--- EXERCISE PROMPT ---
Write how many lines in the records below include the string "psutil". No other text should be given.

------ DATA IN THIS EXERCISE ------

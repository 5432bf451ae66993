"""The real dashboard in tmux, driven as a person over SSH would: keys in, screen text out."""
from __future__ import annotations

import os
import shlex
import shutil
import subprocess
import sys
import textwrap
import time
from pathlib import Path

import psutil
import pytest

ROOT = Path(__file__).resolve().parents[1]
TMUX = shutil.which("tmux") or ("/usr/bin/tmux" if os.path.exists("/usr/bin/tmux") else None)

pytestmark = pytest.mark.skipif(TMUX is None, reason="tmux is not installed (apt-get install tmux)")

# A stand-in job: journals a start line with its own pid, a member every 50 ms, and on a stop
# request ends with a "stopped" line, as the training loop does (see the run-directory notes).
JOB = textwrap.dedent("""
    import sys, time
    from pathlib import Path
    from baggr.runs.journal import JournalWriter, stop_requested
    from tui.fake import member_fields, start_fields
    run = Path(sys.argv[1])
    with JournalWriter(run / "journal.jsonl") as w:
        w.write("start", **start_fields(members_target=100000))
        for m in range(1, 100001):
            if stop_requested(run):
                w.write("checkpoint", member=m - 1)
                w.write("end", status="stopped", reason="stop requested", member=m - 1, elapsed=0.05 * m)
                break
            w.write("member", **member_fields(m))
            time.sleep(0.05)
""")


class Tmux:
    """One tmux server on its own socket, so no other session is ever touched."""

    def __init__(self, name: str):
        self.base = [TMUX, "-L", name]

    def __call__(self, *args, check=True) -> str:
        return subprocess.run(self.base + list(args), capture_output=True, text=True, check=check).stdout

    def screen(self) -> str:
        return self("capture-pane", "-p", "-t", "dash")

    def wait_for(self, *words, timeout: float = 30.0) -> str:
        """The screen once it shows every word (a generous deadline, not a timing check)."""
        deadline = time.monotonic() + timeout
        while True:
            text = self.screen()
            if all(w in text for w in words):
                return text
            if time.monotonic() > deadline:
                raise AssertionError(f"the screen never showed {words}:\n{text}")
            time.sleep(0.1)

    def alive(self) -> bool:
        return subprocess.run(self.base + ["has-session", "-t", "dash"], capture_output=True).returncode == 0


def test_dashboard_in_tmux(tmp_path):
    run_dir = tmp_path / "nu"
    run_dir.mkdir()
    env = dict(os.environ, PYTHONPATH=str(ROOT))
    env.pop("NO_COLOR", None)
    job = subprocess.Popen([sys.executable, "-c", JOB, str(run_dir)], cwd=ROOT, env=env)
    tmux = Tmux(f"baggr-test-{os.getpid()}")
    try:
        cmd = f"cd {shlex.quote(str(ROOT))} && PYTHONPATH={shlex.quote(str(ROOT))} " \
              f"{shlex.quote(sys.executable)} -m tui {shlex.quote(str(run_dir))}"
        tmux("new-session", "-d", "-s", "dash", "-x", "100", "-y", "30", cmd)
        text = tmux.wait_for("of 100,000", "running", "by class")
        pane_pid = int(tmux("list-panes", "-t", "dash", "-F", "#{pane_pid}").split()[0])
        assert "members axis: linear" in text and "job process" in text

        tmux("send-keys", "-t", "dash", "l")
        tmux.wait_for("members axis: log")
        tmux("send-keys", "-t", "dash", "c")
        tmux.wait_for("members axis: log")          # the class highlight has no words: it must not break
        tmux("send-keys", "-t", "dash", "?")
        tmux.wait_for("Keys", "leave the dashboard")
        tmux("send-keys", "-t", "dash", "Escape")
        deadline = time.monotonic() + 10
        while "leave the dashboard" in tmux.screen() and time.monotonic() < deadline:
            time.sleep(0.1)
        assert "leave the dashboard" not in tmux.screen()

        tmux("send-keys", "-t", "dash", "s")
        tmux.wait_for("Stop the job at")
        assert not (run_dir / "stop").exists()      # asked first, nothing written yet
        tmux("send-keys", "-t", "dash", "y")
        deadline = time.monotonic() + 10
        while not (run_dir / "stop").exists() and time.monotonic() < deadline:
            time.sleep(0.05)
        assert (run_dir / "stop").exists()
        # The job sees it, ends cleanly, and the dashboard says so.
        assert job.wait(timeout=30) == 0
        tmux.wait_for("stopped on request")

        tmux("send-keys", "-t", "dash", "q")
        deadline = time.monotonic() + 15
        while tmux.alive() and time.monotonic() < deadline:
            time.sleep(0.1)
        assert not tmux.alive()                      # the command ended, so did its session
        assert not psutil.pid_exists(pane_pid) or psutil.Process(pane_pid).status() == psutil.STATUS_ZOMBIE
    finally:
        if job.poll() is None:
            job.kill()
            job.wait()
        tmux("kill-server", check=False)
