"""Intervals of the OOB error against scipy's implementations."""
import numpy as np
import pytest
from scipy import stats

from baggr.oob.intervals import normal_mean, wilson


@pytest.mark.parametrize("k, n", [(10, 100), (0, 37), (37, 37), (123, 4567), (1, 2)])
def test_wilson_matches_scipy(k, n):
    # Wilson (1927) score interval; reference: scipy.stats.binomtest(...).proportion_ci(method="wilson").
    ref = stats.binomtest(k, n).proportion_ci(confidence_level=0.95, method="wilson")
    lo, hi = wilson(k, n)
    assert lo == pytest.approx(ref.low, abs=1e-12)
    assert hi == pytest.approx(ref.high, abs=1e-12)


def test_wilson_textbook_value():
    # 10 errors in 100 rows: [0.0552, 0.1744] (Wilson 1927 formula, evaluated by hand to 4 places).
    lo, hi = wilson(10, 100)
    assert (round(lo, 4), round(hi, 4)) == (0.0552, 0.1744)
    assert wilson(0, 0) is None


def test_normal_interval_matches_scipy_t_free_formula():
    # Normal interval mean +/- z s / sqrt(n), z from scipy.stats.norm.ppf(0.975), s the sample sd.
    x = np.random.default_rng(0).exponential(size=500)
    lo, hi = normal_mean(x.sum(), (x ** 2).sum(), x.size)
    half = stats.norm.ppf(0.975) * x.std(ddof=1) / np.sqrt(x.size)
    assert lo == pytest.approx(x.mean() - half, rel=1e-9)
    assert hi == pytest.approx(x.mean() + half, rel=1e-9)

------

--- WRITTEN ANSWER ---
2